INSTRUCTIONS TO FOLLOW » In how many lines of the records does "typer" appear? Answer with one number.

%%

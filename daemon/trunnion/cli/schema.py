"""`trunnion schema`: the JSON Schema of a file, for editors."""

from typing import Annotated

import typer

from trunnion.cli.output import print_json


def schema(
    kind: Annotated[str, typer.Argument(metavar="station|plan", help="Which file.")],
) -> None:
    """Print the JSON Schema of the station file or the plan file, for editors."""
    from trunnion.files.schema import FileKind, json_schema

    try:
        print_json(json_schema(FileKind(kind)))
    except ValueError:
        raise typer.BadParameter(f"expected station or plan, got {kind!r}") from None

%%

YOUR RESPONSE » 3